The atomic swap (replacing the entire Map reference) avoids read-write races. Readers always see a consistent snapshot of all flags.

Trade-offs

Aspect	This Design	LaunchDarkly	Environment Variables
Evaluation latency	under 0.1ms (in-memory)	~1ms (SDK cache)	under 0.01ms
Update propagation	15-30s (polling)	under 1s (streaming)	Requires redeploy
Percentage rollouts	Yes	Yes	No
User targeting	Basic (attributes)	Advanced (segments)	No
Audit trail	Yes (DB table)	Yes (built-in)	Git history only
Cost	$0 (existing DB)	$200+/month	$0
Operational overhead	Medium	Low	None

The main gap compared to LaunchDarkly is propagation speed. Polling every 15 seconds means flag changes take up to 30 seconds to propagate (worst case: change happens right after a poll). For kill switches during incidents, this delay is acceptable. For A/B test changes, it is fine.

Failure Modes

Database unavailable during cache refresh: If Postgres is down when the polling loop runs, the cache retains its last known state. Flags continue to evaluate correctly using stale data. The refresh should log the failure and retry on the next interval. It should not clear the cache.
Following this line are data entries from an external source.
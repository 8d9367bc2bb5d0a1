// Exposure variation analysis (EVA): % of valid time per amplitude class × duration class of
// uninterrupted periods (Mathiassen & Winkel 1991, Ergonomics 34(12):1455–1468, FOUND; the
// procedure details and class edges are FROM MEMORY and configurable).

import { checkEdges, checkRate } from './check-parameters.js';
import { DEFAULTS } from './defaults.js';

export interface EvaMatrixOptions {
  /** Envelope rate in Hz (required). */
  rate_hz: number;
  /** Amplitude class edges in the envelope's unit, [lo, hi), last open above. @default [0, 1, 5, 10, 20, 30] */
  amplitude_edges?: readonly number[];
  /** Duration class edges in s, [lo, hi), last open above. @default [0, 1, 3, 7, 15, 31, 63] */
  duration_edges_s?: readonly number[];
}

export interface EvaMatrixResult {
  amplitude_edges: number[];
  duration_edges_s: number[];
  /** percent_time[a][d]: % of valid time in amplitude class a within periods of duration class d. */
  percent_time: number[][];
  /** periods[a][d]: number of periods in each cell. */
  periods: number[][];
  valid_s: number;
}

/**
 * EVA matrix of an envelope slice.
 *
 * Rules: classes are half-open [lo, hi) and the last class is open above; values below the first
 * amplitude edge go into the first class (and periods shorter than the first duration edge into
 * the first duration class), so the cells always sum to 100 % of valid time. A period is an
 * uninterrupted run of valid samples in one amplitude class; NaN breaks periods and is not
 * counted; a period cut by the slice ends is truncated there; the shortest period is one sample.
 * Duration = samples / rate_hz, compared with the edges with a 1e-9 s tolerance.
 *
 * @param envelope normalized envelope (e.g. %MVE); NaN = invalid
 * @throws UsageError for a bad rate or edges that are not strictly increasing
 * @example evaMatrix(env, { rate_hz: 10 }).percent_time[1][2] // % time at 1–5 %MVE in 3–7 s periods
 */
export function evaMatrix(envelope: ArrayLike<number>, options: EvaMatrixOptions): EvaMatrixResult {
  const rate = options.rate_hz;
  checkRate(rate);
  const aEdges = [...(options.amplitude_edges ?? DEFAULTS.eva_amplitude_edges)];
  const dEdges = [...(options.duration_edges_s ?? DEFAULTS.eva_duration_edges_s)];
  checkEdges('amplitude_edges', aEdges);
  checkEdges('duration_edges_s', dEdges);
  const na = aEdges.length;
  const nd = dEdges.length;
  const tol = DEFAULTS.duration_tolerance_s;
  const cells = new Float64Array(na * nd);
  const count = new Float64Array(na * nd);

  const n = envelope.length;
  let valid = 0;
  let cls = -1; // amplitude class of the current period, -1 = none
  let run = 0;
  for (let i = 0; i <= n; i++) {
    const v = i < n ? envelope[i]! : NaN;
    let c = -1;
    if (v === v) {
      valid++;
      c = 0;
      while (c + 1 < na && v >= aEdges[c + 1]!) c++;
    }
    if (c === cls && c >= 0) { run++; continue; }
    if (cls >= 0 && run > 0) {
      const dur = run / rate;
      let d = 0;
      while (d + 1 < nd && dur >= dEdges[d + 1]! - tol) d++;
      cells[cls * nd + d] = cells[cls * nd + d]! + run;
      count[cls * nd + d] = count[cls * nd + d]! + 1;
    }
    cls = c;
    run = c >= 0 ? 1 : 0;
  }
  const percent_time: number[][] = [];
  const periods: number[][] = [];
  for (let a = 0; a < na; a++) {
    const row: number[] = [];
    const prow: number[] = [];
    for (let d = 0; d < nd; d++) {
      row.push(valid > 0 ? (100 * cells[a * nd + d]!) / valid : 0);
      prow.push(count[a * nd + d]!);
    }
    percent_time.push(row);
    periods.push(prow);
  }
  return { amplitude_edges: aEdges, duration_edges_s: dEdges, percent_time, periods, valid_s: valid / rate };
}
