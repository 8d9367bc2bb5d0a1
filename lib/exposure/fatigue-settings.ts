// Settings of the fatigue analysis (spectral epochs, trend blocks, JASA), their defaults and units.

export interface FatigueSettings {
  /** Run the fatigue analysis. @default true */
  enabled: boolean;
  /** Epoch length, s (0.5–1 s: quasi-stationary, METHODS.md §7). @default 1 */
  epoch_s: number;
  /** Length of the time blocks over which trends are fitted, s (the last block may be shorter). @default 600 */
  block_s: number;
  /**
   * An epoch is active when its noise-corrected RMS is at least this, in the normalized unit
   * (%MVE, %RVE, %task-peak); not applied without a reference (normalize none). @default 2
   */
  active_threshold_pct: number;
  /**
   * An epoch is active only when its RMS (µV, before noise correction) is at least this many times
   * the noise RMS; applied when a noise level is known. @default 3
   */
  active_noise_factor: number;
  /** Band [low, high] for MNF/MDF, Hz; null = the band-pass of the analysis. @default null */
  band_hz: [number, number] | null;
  /** Fewest active epochs for a trend; blocks with fewer are 'insufficient-data'. @default 30 */
  min_epochs: number;
  /** Step of the MNF-over-time series for the report chart, s. @default 60 */
  series_step_s: number;
}

/**
 * Defaults of the fatigue analysis. Epoch length: METHODS.md §7 (0.5–1 s, FOUND). Block length,
 * thresholds and minimum epochs: tool choices (a 10-min block at 1-s epochs holds up to 600
 * epochs; 2 % of the reference keeps rest, whose spectrum is noise, out of the trends).
 */
export const FATIGUE_DEFAULTS: Readonly<FatigueSettings> = Object.freeze({
  enabled: true,
  epoch_s: 1,
  block_s: 600,
  active_threshold_pct: 2,
  active_noise_factor: 3,
  band_hz: null,
  min_epochs: 30,
  series_step_s: 60,
});

/**
 * Fatigue settings with every key filled in (defaults for missing keys; a partial block is fine).
 * @example resolveFatigueSettings({ block_s: 300 }).epoch_s // 1
 */
export function resolveFatigueSettings(partial: Partial<FatigueSettings> | null | undefined): FatigueSettings {
  const s = { ...FATIGUE_DEFAULTS, ...(partial ?? {}) };
  return { ...s, band_hz: s.band_hz === null ? null : [s.band_hz[0], s.band_hz[1]] };
}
Flag key typo in code: Evaluating a non-existent flag key returns false (default off). This is safe for feature gates but dangerous for flags that control critical paths. Mitigation: a build-time check that compares flag keys in code against the database.

Hash collision in percentage rollout: CRC32 produces 32-bit hashes. With 50,000 users and 100 buckets, the distribution is effectively uniform. But for very small rollout percentages (1%), the actual population may deviate by 10-20% from the target. For a 1% rollout of 50,000 users, that means 400-600 users instead of exactly 500. This is acceptable for feature rollouts but not for precise A/B testing.

Cache inconsistency across instances: If you run 10 application instances, each polling independently, there is a window where some instances have the new flag value and others do not. Maximum inconsistency window: one poll interval (15 seconds). For most flag changes, this is acceptable.

Scaling Considerations

The polling query (SELECT * FROM feature_flags) returns all flags. At 100 flags, this is negligible. At 10,000 flags, consider polling only flags that changed since the last poll (using updated_at > $lastPollTimestamp).
For multi-region deployments, each region should have its own cache. Flag changes propagate through the database, which handles replication.
If evaluation latency becomes a concern (it will not at 100 flags), pre-compute flag evaluations per user segment and cache the results.
Replace polling with Postgres LISTEN/NOTIFY for faster propagation. A trigger on the feature_flags table can notify all connected application instances within milliseconds.

Observability

Log every flag evaluation result to an analytics pipeline (sampled at 1% to avoid volume issues)
Track flag evaluation distribution: for a 50% rollout, verify that approximately 50% of users see the feature
Alert on flag refresh failures (database unreachable)
Dashboard showing active flags, rollout percentages, and last-changed timestamps
Audit log queries for incident review: "what flags changed in the last hour?"

Key Takeaways

In-memory evaluation with database-backed storage is the simplest architecture that supports percentage rollouts and targeting.
Deterministic hashing (user ID + flag key) is essential for consistent user experiences across requests.
Atomic cache swap eliminates the need for read-write locks.
Unknown flag keys should default to false (off). This is a safety decision, not a convenience one.
The cost gap between a custom solution and a SaaS product closes when you factor in maintenance time. Build this only if you need fewer than 200 flags and can accept 15-30 second propagation delays.

Final Thoughts

This service runs in production with 85 flags, handles 50,000 DAU, and has added zero infrastructure cost. The entire implementation is under 300 lines of TypeScript. The main operational overhead is the audit log review during incidents ("did someone change a flag?"), which pays for itself the first time it answers that question in 10 seconds instead of 30 minutes.